Di sekolah Semarang, kami diajari membaca, menulis, dan berhitung seperti di Batavia, tetapi juga menggambar dan ilmu ukur tanah. Pada tahun 1858, saat kami berada di Semarang, “sen” diperkenalkan sebagai alat pembayaran resmi, dan duit yang selama ini digunakan sebagai mata uang harus diserahkan untuk ditukar dengan mata uang baru. Kebijakan ini menimbulkan kegemparan di pasar, karena hanya sedikit orang yang mampu mengonversi duit ke sen. Di setiap persimpangan pasar ditempatkan seorang petugas yang dijaga dua serdadu, bertugas sebagai penukar uang. Ada puluhan tempat di mana penukaran semacam itu dapat dilakukan.
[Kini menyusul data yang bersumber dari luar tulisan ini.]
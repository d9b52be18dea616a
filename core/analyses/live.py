"""One perturbation at one sigma, for the live view: what each token decoded to and the
decoder's top alternatives. Uses the sweep's ε (repeat `draw`), so the live view at a
grid sigma shows exactly the sweep's repeat."""

from __future__ import annotations

from core.analyses.views import LivePerturbation, merge_windows, perturb_window
from core.engine.noise import Encoded
from core.engine.sweep import DEFAULT_NOISE, DEFAULT_SEED
from core.engine.text import Chunks


def perturb_once(
    codec,
    chunks: Chunks,
    encoded: Encoded,
    sigma: float,
    noise: str = DEFAULT_NOISE,
    seed: int = DEFAULT_SEED,
    draw: int = 0,
    top_k: int = 5,
    should_stop=None,
) -> LivePerturbation | None:
    window = perturb_window(codec, chunks, encoded, sigma, noise, seed, draw, 0, encoded.num_chunks, top_k, should_stop)
    return None if window is None else merge_windows(chunks, [window])
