def worst_case(
    codec,
    chunks: Chunks,
    settings: WorstCaseSettings = WorstCaseSettings(),
    progress: Progress | None = None,
    should_stop: ShouldStop | None = None,
    encoded: Encoded | None = None,
    text_source: str = "",
    where: Where | None = None,
    adapter: str | None = None,
) -> WorstCaseResult:
    """The worst-case radius of every chunk of a text, beside its random radius (see the module).

    `where` (core.engine.cluster.Where) shards the chunks over a Dask cluster; the result is the one of
    this process. Raises GradientsUnavailable for a codec without gradients, SweepCancelled when stopped."""
    codec = opened(codec)
    refuse_without_gradients(codec)
    settings = settings.validated()
    if chunks.chunk_size != codec.chunk_size:
        raise SettingsError(f"the text was cut into chunks of {chunks.chunk_size}, but {codec.name} takes {codec.chunk_size}.")
    if where is not None and not where.here:
        from core.engine.cluster import run_worst_case

        return run_worst_case(codec, chunks, settings, where, adapter=adapter, progress=progress, should_stop=should_stop,
                              encoded=encoded, text_source=text_source)
    started = time.perf_counter()
    if encoded is None:
        encoded = encode_chunks(codec, chunks, should_stop=should_stop)
    piece = worst_case_piece(codec, encoded.mean, chunks.mask(), encoded.rms_per_dim, 0, encoded.num_chunks, settings,
                             should_stop, progress)
    return assemble(codec, chunks, settings, [piece], encoded.latent_rms, time.perf_counter() - started, text_source)


# ---- view-shaped numbers (the workbench and the report draw these) -----------------------------


def radii(result: WorstCaseResult, relative: bool = False) -> tuple[np.ndarray, np.ndarray]:
    """(worst-case, random) radii per chunk in one unit: relative (data-scale) or absolute."""
    if relative:
        return result.relative_radius, result.random_relative_radius
    return result.radius, result.random_radius


def log_edges(*values: np.ndarray, bins: int = 40) -> np.ndarray:
    """Log-spaced bin edges covering every finite positive value given (one decade when there is none)."""
    pooled = np.concatenate([np.asarray(v, dtype=np.float64).ravel() for v in values]) if values else np.zeros(0)
    pooled = pooled[np.isfinite(pooled) & (pooled > 0)]
    if not len(pooled):
        return np.geomspace(0.1, 1.0, bins + 1)
    lo, hi = float(pooled.min()), float(pooled.max())
    if hi <= lo * 1.0001:
        lo, hi = lo / 1.5, hi * 1.5
    return np.geomspace(lo, hi * 1.0001, bins + 1)


def radius_histogram(result: WorstCaseResult, relative: bool = False, bins: int = 40):
    """(edges, worst-case counts, random counts) on shared log-spaced bins; failed / unbroken chunks left out."""
    worst, random = radii(result, relative)
    edges = log_edges(worst, random, bins=bins)
    count = lambda v: np.histogram(v[np.isfinite(v)], bins=edges)[0]  # noqa: E731
    return edges, count(worst), count(random)
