"""Analyses over sweeps: compare, training-run trend, token views, the live view."""
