def critical_sigma_levels(critical_sigma: np.ndarray, sigmas: Sequence[float]) -> np.ndarray:
    """Per token: the index of its critical sigma on the grid (-1 where it never broke)."""
    grid = np.asarray(sigmas, dtype=np.float64)
    out = np.full(len(critical_sigma), -1, dtype=np.int64)
    broke = ~np.isnan(critical_sigma)
    out[broke] = np.clip(np.searchsorted(grid, critical_sigma[broke] - 1e-12, side="left"), 0, len(grid) - 1)
    return out


@dataclass
class TokenStory:
    """One token across a sweep: accuracy per sigma and what repeat 0 decoded it to."""

    index: int
    text: str
    critical_sigma: float
    accuracy: np.ndarray  # [S]
    decoded_as: list[tuple[float, str, int]]  # (first sigma, decoded text, sigmas at which it appeared)


def token_story(result, tokenizer, token_index: int) -> TokenStory:
    chunks = result.chunks
    a, b = chunks.spans[token_index]
    truth = int(chunks.token_ids[token_index])
    decoded = result.decoded[token_index].astype(np.int64)
    seen: dict[int, list[float]] = {}
    for sigma, tid in zip(result.sigmas, decoded.tolist()):
        if tid != truth:
            seen.setdefault(tid, []).append(sigma)
    stories = sorted(((v[0], token_display(tokenizer, k), len(v)) for k, v in seen.items()), key=lambda x: x[0])
    return TokenStory(
        index=token_index,
        text=chunks.text[a:b] or token_display(tokenizer, truth),
        critical_sigma=float(result.critical_sigma[token_index]),
        accuracy=result.token_accuracy_curve(token_index),
        decoded_as=stories,
    )


def error_rate_floor(result) -> float:
    """Half of one error among all scored tokens: where a log axis draws a sigma with no errors."""
    tokens = max((c.tokens for c in result.curves), default=1)
    return 0.5 / max(tokens, 1)


def bucket_accuracy_table(result) -> tuple[list[str], list[int], np.ndarray]:
    """Frequency-bucket labels, tokens per bucket (at the first sigma) and accuracy [buckets, S]."""
    if not result.curves:
        return [], [], np.zeros((0, 0))
    labels = list(result.curves[0].bucket_labels)
    counts = [t // result.settings.repeats for t in result.curves[0].bucket_tokens]
    acc = np.array([c.bucket_accuracy for c in result.curves], dtype=np.float64).T
    return labels, counts, acc
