def latent_stats(codec, chunks) -> tuple[float | None, int]:
    """KL to N(0, I) (summed over dimensions, mean over chunks; None without a posterior std) and the
    number of active dimensions (variance of the posterior mean over chunks > ACTIVE_THRESHOLD)."""
    from core.engine.health import ACTIVE_THRESHOLD, kl_to_standard_normal
    from core.engine.noise import encode_chunks

    encoded = encode_chunks(codec, chunks)
    mean = encoded.mean
    variance = mean.var(0, unbiased=False) if mean.shape[0] > 1 else mean.new_zeros(mean.shape[1])
    kl = None if encoded.std is None else float(kl_to_standard_normal(mean, encoded.std).sum(1).mean())
    return kl, int((variance > ACTIVE_THRESHOLD).sum())


def checkpoints_in(folder: str | Path, adapter: str | None = None) -> list[Path]:
    folder = Path(folder)
    if not folder.exists():
        raise ChunkscopeError(f"{folder} does not exist.")
    if not folder.is_dir():
        raise ChunkscopeError(f"{folder} is not a folder.")
    paths = checkpoints_in_folder(folder, adapter)
    if not paths:
        what = "checkpoints" if adapter else ".safetensors checkpoints or ONNX codec folders"
        raise ChunkscopeError(f"{folder} holds no {what}.")
    return paths


def trend(
    folder: str | Path,
    text: str,
    settings: SweepSettings,
    text_source: str = "",
    should_stop: Callable[[], bool] | None = None,
    progress: Callable[[int, int], None] | None = None,
    adapter: str | None = None,
    where=None,
) -> Iterator[TrendPoint]:
    """Yield one point per checkpoint as it finishes; a bad checkpoint yields a point with `error`.

    `adapter` opens every checkpoint that is not built-in or ONNX (`open_checkpoint`). `where`
    (a core.engine.cluster.Where) shards every checkpoint's sweep over a Dask cluster; points then
    come in the order their sweeps finish."""
    paths = checkpoints_in(folder, adapter)
    if where is not None and not where.here:
        yield from _trend_on_cluster(paths, text, settings, text_source, should_stop, progress, adapter, where)
        return
    for index, path, opened in _opened_points(paths, adapter, should_stop):
        if isinstance(opened, TrendPoint):
            yield opened
            continue
        codec, step, source = opened
        try:
            chunks = chunk_text(text, codec, text_source or "the text")
            result = run_sweep(
                codec, chunks, settings, text_source=text_source, should_stop=should_stop,
                progress=(lambda d, t, i=index: progress(i * t + d, len(paths) * t)) if progress else None,
            )
        except ChunkscopeError as exc:
            yield TrendPoint(str(path), codec.name, step, source, sha256=codec.sha256, error=str(exc))
            continue
        yield _point_of(path, codec, step, source, result, *latent_stats(codec, chunks))


def _opened_points(paths, adapter: str | None, should_stop):
    """(index, path, what _opened_point gives) per checkpoint, stopping when asked."""
    for index, path in enumerate(paths):
        if should_stop is not None and should_stop():
            raise SweepCancelled()
        yield index, path, _opened_point(path, adapter)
Setelah sekitar dua tahun mengikuti sekolah dengan sukses dan cukup mahir berbahasa Jawa, Ence Dimah menerima surat dari Raden Saleh yang isinya meminta kedua murid sekolah itu dikirim kembali ke Batavia di bawah pengawasan orang terpercaya yang dikenal baik olehnya. Tahun itu kapal uap pertama kali muncul di Nusantara. Kami dititipkan pada mualim kapal uap Oenarang, yang merupakan sahabat Ence Dimah, dan setelah berlayar dua hari dua malam, kami tiba dengan selamat di pelabuhan Batavia.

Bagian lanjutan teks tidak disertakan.